***** Material shown *****

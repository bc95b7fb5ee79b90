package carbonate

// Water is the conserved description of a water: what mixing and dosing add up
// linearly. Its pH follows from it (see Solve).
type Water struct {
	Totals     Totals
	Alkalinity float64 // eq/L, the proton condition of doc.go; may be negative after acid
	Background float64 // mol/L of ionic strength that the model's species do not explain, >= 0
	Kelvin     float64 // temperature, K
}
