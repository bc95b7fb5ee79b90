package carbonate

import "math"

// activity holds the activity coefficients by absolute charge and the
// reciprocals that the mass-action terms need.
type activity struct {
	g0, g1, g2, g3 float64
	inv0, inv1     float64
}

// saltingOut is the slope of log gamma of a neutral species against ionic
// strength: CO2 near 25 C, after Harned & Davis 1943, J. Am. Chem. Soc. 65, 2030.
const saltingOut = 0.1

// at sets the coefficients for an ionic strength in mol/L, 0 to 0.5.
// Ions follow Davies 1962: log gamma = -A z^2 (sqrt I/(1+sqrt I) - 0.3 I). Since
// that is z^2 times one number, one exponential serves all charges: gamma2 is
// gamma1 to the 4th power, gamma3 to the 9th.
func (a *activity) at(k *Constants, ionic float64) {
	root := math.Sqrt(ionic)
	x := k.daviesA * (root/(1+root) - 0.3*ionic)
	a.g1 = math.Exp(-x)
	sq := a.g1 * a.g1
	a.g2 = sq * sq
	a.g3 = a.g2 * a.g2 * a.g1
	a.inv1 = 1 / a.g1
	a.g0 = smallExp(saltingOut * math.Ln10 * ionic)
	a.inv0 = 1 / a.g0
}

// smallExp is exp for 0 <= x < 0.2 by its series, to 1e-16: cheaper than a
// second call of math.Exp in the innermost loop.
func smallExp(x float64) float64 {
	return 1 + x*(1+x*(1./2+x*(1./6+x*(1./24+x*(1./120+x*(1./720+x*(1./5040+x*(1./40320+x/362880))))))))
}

*****
***** Material shown *****

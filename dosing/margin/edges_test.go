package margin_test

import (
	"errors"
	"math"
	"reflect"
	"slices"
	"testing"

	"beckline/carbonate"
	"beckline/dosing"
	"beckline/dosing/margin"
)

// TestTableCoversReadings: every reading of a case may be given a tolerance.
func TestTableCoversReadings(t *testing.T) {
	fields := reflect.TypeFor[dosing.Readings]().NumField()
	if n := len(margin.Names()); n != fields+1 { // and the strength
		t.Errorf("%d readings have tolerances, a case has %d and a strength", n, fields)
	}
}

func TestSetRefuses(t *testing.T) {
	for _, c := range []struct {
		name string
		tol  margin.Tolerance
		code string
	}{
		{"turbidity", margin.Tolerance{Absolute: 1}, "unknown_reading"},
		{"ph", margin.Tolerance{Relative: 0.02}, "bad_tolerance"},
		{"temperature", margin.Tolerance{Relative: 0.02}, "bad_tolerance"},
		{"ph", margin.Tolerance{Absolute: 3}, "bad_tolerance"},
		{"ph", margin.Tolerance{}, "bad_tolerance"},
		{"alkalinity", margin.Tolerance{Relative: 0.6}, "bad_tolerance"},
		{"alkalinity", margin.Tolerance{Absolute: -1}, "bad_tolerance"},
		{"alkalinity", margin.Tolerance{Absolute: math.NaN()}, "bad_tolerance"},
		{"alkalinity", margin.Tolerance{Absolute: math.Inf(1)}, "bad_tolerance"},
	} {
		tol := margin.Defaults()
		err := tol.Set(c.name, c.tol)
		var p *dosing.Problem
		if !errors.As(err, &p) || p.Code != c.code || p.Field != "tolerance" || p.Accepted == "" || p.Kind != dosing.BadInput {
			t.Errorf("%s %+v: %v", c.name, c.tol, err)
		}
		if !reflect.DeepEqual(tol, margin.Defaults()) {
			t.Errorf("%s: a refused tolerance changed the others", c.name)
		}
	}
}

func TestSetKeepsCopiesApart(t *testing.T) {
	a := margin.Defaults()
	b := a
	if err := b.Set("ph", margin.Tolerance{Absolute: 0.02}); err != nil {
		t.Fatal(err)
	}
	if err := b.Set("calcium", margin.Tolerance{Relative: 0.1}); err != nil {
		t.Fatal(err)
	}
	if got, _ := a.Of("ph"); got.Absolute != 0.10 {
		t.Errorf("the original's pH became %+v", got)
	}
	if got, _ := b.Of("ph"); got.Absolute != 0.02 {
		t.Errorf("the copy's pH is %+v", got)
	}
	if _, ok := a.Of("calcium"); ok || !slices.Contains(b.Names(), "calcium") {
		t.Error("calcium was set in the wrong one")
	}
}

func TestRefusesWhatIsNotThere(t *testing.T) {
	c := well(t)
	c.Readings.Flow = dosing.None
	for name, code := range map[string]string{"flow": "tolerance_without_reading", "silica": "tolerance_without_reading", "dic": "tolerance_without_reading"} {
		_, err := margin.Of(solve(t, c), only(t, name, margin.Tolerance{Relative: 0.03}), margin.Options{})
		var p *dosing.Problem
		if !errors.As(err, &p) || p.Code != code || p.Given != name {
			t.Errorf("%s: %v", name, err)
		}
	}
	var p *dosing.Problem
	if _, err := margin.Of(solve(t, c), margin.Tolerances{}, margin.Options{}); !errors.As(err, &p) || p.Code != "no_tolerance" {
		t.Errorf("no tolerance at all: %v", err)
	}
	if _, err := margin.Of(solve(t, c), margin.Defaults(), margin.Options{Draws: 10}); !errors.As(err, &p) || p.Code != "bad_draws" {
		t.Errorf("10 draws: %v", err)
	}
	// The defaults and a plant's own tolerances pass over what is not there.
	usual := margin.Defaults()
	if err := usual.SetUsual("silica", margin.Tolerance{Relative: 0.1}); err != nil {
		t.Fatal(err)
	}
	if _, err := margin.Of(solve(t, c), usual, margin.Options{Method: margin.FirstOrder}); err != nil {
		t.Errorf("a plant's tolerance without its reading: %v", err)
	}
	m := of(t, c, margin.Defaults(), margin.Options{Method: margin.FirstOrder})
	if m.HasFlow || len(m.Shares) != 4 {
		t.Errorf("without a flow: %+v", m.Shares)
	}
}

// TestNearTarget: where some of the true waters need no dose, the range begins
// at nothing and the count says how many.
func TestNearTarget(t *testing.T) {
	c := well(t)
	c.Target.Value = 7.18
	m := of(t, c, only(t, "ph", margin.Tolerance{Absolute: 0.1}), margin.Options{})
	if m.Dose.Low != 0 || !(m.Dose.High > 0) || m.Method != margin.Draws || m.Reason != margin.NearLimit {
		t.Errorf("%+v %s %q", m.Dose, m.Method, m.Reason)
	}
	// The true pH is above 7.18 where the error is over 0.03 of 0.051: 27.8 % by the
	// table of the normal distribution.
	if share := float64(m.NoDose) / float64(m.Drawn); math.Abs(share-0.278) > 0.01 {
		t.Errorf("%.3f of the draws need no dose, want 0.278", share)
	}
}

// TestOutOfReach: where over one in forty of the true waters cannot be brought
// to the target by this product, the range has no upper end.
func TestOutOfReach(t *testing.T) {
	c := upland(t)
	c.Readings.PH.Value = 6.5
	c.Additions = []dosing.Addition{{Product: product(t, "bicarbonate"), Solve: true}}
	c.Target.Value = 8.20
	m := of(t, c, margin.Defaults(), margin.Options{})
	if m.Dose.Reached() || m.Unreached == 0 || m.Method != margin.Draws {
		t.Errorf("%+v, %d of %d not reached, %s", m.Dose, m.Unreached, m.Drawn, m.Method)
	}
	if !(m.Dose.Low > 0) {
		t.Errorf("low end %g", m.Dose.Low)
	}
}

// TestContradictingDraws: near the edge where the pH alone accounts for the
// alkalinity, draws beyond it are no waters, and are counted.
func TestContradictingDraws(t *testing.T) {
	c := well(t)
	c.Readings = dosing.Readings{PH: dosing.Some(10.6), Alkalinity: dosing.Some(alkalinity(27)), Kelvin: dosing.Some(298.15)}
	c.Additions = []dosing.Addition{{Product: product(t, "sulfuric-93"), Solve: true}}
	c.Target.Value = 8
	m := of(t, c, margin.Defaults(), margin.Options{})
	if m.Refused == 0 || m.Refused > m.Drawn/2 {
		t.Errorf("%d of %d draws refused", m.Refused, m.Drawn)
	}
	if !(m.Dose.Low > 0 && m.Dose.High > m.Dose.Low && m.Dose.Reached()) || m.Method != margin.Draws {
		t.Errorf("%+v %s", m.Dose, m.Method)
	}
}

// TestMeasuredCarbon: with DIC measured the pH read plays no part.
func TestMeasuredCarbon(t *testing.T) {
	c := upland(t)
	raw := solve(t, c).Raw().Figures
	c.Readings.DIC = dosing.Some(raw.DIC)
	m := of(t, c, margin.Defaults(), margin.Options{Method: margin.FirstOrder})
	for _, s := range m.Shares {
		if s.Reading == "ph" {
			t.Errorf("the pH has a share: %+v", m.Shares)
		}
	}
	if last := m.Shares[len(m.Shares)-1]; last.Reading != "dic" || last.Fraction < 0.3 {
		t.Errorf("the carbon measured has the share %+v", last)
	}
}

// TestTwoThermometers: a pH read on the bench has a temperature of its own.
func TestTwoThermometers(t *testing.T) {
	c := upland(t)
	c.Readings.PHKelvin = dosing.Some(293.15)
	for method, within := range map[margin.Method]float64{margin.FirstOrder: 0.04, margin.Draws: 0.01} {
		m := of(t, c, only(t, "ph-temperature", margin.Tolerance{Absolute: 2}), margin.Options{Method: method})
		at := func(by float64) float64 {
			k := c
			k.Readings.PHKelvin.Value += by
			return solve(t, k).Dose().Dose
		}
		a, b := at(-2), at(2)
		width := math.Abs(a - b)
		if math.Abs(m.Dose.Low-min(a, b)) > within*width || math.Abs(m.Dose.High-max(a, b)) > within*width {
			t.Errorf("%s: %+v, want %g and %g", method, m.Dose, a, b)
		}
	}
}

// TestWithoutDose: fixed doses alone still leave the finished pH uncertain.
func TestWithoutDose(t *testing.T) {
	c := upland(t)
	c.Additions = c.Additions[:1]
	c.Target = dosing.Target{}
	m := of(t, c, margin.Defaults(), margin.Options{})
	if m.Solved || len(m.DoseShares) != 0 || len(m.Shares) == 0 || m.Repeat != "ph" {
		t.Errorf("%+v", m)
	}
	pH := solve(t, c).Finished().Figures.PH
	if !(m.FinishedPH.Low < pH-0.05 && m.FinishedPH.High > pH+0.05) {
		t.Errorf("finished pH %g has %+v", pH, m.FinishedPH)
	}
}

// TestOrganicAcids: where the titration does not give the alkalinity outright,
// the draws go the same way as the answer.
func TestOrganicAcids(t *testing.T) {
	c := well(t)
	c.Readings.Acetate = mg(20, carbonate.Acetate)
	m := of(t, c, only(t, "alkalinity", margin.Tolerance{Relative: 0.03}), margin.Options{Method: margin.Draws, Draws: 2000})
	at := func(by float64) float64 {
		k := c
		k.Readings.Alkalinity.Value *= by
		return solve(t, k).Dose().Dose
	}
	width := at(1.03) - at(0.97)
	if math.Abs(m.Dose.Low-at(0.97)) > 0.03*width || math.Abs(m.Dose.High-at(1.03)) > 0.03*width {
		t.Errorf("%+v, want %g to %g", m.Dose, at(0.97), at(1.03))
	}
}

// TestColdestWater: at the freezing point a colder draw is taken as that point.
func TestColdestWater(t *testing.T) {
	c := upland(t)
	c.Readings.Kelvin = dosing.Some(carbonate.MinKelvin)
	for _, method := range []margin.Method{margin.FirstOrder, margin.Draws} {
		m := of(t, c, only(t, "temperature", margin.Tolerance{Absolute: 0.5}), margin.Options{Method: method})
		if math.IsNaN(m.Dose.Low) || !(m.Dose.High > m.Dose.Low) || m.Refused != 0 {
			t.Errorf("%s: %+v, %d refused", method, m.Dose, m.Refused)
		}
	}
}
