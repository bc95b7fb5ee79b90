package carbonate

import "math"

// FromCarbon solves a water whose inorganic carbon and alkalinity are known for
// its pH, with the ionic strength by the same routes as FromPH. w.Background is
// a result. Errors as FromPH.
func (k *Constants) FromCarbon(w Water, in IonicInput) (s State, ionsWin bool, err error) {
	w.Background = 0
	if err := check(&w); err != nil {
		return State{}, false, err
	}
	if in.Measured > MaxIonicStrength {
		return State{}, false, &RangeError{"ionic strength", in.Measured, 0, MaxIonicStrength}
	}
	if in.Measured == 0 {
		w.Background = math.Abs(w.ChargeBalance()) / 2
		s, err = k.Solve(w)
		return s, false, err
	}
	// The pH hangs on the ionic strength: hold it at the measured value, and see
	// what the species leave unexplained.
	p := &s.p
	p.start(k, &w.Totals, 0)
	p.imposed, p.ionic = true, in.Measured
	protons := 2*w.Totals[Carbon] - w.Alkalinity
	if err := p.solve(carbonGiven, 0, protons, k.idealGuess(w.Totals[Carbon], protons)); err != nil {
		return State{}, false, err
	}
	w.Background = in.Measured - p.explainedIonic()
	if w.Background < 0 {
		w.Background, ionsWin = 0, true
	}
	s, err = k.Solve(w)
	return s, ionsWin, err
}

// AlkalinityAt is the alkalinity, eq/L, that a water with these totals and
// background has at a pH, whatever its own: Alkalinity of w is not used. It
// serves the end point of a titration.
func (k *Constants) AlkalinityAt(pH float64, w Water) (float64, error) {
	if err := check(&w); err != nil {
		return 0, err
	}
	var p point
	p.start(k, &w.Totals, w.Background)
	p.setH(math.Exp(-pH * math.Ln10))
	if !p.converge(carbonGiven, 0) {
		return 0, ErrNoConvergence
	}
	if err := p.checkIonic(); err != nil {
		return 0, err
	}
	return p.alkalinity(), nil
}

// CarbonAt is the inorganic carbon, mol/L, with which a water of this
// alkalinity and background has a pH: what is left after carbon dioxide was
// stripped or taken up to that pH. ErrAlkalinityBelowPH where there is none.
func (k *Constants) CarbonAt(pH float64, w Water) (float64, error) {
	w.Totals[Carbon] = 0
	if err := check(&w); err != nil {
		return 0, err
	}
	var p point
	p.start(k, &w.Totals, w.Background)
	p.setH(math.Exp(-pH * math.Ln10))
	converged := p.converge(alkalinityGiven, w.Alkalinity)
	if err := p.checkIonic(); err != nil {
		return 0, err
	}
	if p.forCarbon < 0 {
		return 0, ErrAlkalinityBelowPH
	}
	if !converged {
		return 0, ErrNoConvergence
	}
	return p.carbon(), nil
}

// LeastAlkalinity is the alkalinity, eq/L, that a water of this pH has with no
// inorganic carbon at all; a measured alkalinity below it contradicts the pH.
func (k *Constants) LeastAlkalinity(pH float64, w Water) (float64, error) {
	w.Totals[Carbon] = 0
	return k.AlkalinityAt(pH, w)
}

*****
***** Material shown *****

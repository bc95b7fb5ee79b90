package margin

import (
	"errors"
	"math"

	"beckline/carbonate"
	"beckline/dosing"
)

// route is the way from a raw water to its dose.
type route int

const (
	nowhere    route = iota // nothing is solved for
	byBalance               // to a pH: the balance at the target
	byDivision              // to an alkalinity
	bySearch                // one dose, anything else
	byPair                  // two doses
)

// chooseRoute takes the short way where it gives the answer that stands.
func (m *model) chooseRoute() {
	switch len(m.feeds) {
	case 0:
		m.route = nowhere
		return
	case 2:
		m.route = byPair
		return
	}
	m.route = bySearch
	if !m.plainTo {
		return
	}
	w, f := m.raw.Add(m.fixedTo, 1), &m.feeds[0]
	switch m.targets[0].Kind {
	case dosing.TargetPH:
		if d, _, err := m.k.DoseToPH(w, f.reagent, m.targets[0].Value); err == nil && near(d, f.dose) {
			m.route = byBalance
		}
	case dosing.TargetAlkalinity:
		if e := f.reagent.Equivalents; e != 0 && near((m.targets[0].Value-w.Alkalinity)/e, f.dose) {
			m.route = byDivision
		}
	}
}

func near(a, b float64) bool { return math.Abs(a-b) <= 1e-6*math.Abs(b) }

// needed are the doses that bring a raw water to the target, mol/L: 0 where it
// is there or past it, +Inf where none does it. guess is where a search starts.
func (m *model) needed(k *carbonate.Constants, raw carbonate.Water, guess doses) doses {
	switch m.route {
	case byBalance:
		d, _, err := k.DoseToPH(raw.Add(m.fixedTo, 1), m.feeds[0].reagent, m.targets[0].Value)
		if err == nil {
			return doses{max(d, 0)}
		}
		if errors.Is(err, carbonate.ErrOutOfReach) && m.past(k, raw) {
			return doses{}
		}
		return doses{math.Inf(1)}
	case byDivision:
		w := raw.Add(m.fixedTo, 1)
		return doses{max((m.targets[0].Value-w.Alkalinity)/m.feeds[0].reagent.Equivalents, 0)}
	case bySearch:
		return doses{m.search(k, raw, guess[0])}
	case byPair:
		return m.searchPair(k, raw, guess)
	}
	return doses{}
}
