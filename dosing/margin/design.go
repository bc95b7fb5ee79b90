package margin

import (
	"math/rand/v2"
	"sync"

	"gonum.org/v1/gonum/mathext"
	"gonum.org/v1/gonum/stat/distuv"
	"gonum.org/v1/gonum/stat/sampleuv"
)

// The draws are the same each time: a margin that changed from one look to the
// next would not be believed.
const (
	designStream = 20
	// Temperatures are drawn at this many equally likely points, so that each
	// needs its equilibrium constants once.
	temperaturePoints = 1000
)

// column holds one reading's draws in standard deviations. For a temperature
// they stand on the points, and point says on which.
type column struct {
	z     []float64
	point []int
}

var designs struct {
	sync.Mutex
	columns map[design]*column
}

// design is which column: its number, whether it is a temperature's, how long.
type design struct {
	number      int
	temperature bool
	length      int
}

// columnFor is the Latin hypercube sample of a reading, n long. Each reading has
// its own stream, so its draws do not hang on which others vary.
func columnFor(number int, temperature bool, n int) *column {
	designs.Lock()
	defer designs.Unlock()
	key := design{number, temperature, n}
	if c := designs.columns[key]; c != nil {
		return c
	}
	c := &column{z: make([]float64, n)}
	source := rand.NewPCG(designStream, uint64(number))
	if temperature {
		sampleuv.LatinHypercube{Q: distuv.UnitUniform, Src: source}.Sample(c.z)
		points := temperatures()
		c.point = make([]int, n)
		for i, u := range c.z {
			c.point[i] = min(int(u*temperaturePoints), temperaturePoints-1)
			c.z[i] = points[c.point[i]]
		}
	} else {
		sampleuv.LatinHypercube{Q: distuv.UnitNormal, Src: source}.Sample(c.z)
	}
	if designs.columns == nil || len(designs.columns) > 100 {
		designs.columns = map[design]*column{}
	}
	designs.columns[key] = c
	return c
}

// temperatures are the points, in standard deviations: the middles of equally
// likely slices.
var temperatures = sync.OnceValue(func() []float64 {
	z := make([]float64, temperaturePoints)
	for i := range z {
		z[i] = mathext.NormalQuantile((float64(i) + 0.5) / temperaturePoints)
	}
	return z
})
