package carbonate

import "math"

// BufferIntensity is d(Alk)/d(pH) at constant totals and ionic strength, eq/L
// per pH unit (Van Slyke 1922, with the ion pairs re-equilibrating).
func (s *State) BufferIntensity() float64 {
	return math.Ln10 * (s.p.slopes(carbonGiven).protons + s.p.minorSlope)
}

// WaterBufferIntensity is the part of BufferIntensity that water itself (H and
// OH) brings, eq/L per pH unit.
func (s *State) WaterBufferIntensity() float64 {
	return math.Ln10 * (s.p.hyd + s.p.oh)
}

*****

What is being asked: Check every line above for the string "after", and copy the ones that have it.

Output:
	Alkalinity float64 // eq/L, the proton condition of doc.go; may be negative after acid
// strength: CO2 near 25 C, after Harned & Davis 1943, J. Am. Chem. Soc. 65, 2030.
// alkalinity and background has a pH: what is left after carbon dioxide was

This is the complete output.